Your task — Filter the records down to the lines that hold the word "faults", and copy each of those lines.

----------------------------------------

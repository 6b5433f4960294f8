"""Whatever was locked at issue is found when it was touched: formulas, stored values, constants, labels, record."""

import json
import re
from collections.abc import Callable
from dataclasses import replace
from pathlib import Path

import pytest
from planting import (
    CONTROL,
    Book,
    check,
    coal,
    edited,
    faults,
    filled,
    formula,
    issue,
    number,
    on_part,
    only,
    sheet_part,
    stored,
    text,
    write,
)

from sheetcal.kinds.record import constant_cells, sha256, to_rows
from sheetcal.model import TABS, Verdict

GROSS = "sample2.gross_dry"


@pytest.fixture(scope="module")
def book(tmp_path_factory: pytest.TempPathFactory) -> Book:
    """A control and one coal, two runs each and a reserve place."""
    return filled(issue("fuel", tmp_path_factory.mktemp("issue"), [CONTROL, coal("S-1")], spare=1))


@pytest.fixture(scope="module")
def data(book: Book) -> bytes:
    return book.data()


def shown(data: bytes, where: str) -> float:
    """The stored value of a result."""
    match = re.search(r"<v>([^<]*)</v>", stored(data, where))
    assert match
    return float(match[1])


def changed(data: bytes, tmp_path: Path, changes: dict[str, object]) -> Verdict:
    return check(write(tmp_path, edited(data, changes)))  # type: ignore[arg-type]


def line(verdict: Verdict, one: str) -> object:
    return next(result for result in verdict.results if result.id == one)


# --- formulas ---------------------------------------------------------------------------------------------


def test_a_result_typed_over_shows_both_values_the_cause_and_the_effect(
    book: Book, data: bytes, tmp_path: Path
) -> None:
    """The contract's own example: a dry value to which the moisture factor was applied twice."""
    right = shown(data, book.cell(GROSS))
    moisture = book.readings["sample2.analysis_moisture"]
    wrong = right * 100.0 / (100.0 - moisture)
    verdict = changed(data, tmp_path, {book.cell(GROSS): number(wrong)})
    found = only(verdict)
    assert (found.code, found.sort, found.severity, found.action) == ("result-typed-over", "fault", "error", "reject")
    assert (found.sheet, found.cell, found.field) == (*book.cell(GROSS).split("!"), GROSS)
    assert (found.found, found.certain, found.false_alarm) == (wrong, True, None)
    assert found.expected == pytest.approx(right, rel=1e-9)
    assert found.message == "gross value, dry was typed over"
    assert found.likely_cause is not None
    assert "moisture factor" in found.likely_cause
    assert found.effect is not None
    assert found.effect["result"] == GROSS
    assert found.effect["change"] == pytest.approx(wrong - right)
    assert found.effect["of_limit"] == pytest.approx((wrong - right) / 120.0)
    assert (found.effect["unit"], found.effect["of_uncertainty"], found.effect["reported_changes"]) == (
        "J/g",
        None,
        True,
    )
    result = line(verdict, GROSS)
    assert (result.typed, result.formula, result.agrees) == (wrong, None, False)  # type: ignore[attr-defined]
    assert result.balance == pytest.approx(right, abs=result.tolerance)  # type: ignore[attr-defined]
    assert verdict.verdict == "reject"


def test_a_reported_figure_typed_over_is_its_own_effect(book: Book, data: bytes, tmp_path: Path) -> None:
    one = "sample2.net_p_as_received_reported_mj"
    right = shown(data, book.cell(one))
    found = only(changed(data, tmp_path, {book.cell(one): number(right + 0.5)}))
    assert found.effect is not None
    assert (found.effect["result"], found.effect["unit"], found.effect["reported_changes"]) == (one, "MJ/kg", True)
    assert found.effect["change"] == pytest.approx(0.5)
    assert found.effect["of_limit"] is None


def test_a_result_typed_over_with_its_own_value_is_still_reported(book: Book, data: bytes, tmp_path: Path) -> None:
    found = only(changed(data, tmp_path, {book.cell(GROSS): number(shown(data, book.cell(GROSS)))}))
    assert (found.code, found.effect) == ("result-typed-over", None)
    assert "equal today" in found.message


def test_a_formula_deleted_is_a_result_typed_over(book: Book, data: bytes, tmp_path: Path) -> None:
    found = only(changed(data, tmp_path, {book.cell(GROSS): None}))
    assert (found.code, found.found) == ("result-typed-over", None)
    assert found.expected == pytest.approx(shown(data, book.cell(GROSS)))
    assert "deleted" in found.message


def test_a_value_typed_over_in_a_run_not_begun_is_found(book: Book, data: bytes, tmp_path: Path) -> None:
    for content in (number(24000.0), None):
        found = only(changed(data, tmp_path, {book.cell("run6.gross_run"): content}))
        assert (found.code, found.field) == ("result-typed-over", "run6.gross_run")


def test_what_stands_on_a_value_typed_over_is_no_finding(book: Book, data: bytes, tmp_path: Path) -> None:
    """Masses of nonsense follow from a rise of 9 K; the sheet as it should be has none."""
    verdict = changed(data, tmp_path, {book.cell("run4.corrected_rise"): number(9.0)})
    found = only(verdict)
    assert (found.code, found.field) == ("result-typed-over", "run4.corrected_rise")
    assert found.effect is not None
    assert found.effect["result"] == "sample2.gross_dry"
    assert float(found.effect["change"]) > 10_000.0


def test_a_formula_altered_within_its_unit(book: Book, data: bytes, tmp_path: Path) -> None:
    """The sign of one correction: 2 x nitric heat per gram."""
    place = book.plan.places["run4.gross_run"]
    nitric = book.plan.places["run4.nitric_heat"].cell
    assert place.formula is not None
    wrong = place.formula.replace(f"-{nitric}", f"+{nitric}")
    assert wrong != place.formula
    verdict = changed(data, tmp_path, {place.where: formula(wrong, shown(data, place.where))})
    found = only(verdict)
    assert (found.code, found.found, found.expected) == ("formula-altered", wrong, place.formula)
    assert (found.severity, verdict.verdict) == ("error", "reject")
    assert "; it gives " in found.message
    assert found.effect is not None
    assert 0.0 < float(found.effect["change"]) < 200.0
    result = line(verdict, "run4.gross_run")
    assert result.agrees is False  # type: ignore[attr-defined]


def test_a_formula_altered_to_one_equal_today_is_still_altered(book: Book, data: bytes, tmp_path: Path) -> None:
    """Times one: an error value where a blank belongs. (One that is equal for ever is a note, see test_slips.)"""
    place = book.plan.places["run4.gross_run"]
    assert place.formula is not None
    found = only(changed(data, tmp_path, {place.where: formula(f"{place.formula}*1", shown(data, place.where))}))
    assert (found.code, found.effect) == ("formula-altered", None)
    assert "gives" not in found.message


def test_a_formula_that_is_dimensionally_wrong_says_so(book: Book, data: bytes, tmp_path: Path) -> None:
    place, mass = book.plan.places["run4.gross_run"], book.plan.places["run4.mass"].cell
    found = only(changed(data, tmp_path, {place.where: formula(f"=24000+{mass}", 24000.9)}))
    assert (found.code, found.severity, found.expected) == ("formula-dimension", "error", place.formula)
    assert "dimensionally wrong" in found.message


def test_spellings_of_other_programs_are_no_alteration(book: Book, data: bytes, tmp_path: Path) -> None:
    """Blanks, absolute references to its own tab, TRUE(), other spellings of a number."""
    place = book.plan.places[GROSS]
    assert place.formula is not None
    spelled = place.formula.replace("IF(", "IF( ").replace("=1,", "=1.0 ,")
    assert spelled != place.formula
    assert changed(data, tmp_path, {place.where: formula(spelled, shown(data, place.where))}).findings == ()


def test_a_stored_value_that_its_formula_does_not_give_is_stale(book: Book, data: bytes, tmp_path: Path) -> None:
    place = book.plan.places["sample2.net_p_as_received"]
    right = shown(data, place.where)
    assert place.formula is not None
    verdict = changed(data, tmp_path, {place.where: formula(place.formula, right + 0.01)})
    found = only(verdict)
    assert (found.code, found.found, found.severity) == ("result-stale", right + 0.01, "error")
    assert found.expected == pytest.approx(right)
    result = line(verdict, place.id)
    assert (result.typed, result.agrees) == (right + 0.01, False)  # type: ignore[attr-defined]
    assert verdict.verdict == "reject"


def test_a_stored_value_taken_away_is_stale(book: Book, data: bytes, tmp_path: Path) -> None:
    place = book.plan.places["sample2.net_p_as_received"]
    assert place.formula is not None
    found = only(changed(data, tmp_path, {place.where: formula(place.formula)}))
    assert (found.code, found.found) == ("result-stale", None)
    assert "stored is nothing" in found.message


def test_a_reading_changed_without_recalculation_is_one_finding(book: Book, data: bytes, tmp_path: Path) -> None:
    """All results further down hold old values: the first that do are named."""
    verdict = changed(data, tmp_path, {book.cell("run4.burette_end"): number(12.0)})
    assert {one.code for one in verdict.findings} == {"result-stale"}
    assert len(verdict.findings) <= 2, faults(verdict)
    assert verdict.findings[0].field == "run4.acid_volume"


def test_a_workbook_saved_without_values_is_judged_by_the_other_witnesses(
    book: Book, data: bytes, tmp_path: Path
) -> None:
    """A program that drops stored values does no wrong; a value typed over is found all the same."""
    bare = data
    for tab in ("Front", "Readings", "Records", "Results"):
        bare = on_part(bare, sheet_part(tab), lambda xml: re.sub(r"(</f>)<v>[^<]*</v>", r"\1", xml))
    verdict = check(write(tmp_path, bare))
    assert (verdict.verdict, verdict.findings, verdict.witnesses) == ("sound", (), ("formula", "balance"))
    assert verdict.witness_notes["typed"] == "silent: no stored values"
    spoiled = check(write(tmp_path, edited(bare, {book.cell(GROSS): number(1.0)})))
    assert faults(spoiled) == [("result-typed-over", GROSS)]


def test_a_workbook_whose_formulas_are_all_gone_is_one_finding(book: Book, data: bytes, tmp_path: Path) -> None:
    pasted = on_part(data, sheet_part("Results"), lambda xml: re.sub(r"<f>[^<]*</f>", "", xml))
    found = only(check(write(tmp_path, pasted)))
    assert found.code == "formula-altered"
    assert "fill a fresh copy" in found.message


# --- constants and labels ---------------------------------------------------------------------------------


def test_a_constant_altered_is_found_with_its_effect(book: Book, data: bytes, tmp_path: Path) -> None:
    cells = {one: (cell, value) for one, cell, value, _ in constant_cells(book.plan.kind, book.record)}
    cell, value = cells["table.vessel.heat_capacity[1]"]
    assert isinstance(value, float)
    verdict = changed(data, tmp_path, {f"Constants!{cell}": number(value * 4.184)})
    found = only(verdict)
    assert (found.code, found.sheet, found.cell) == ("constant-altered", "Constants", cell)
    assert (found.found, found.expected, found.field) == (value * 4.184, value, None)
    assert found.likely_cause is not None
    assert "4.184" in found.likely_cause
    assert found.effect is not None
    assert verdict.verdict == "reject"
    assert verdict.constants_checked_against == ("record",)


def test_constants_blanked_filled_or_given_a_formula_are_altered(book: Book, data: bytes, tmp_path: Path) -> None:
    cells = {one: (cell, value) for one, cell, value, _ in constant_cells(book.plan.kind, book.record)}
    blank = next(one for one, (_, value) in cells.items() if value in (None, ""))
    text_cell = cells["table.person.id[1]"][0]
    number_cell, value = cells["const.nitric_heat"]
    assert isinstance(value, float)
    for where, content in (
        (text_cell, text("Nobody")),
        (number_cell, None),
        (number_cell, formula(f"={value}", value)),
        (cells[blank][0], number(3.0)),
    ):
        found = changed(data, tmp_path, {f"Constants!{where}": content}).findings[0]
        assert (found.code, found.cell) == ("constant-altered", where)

----------------------------------------

Answer section —
    faults,
    assert len(verdict.findings) <= 2, faults(verdict)
    assert faults(spoiled) == [("result-typed-over", GROSS)]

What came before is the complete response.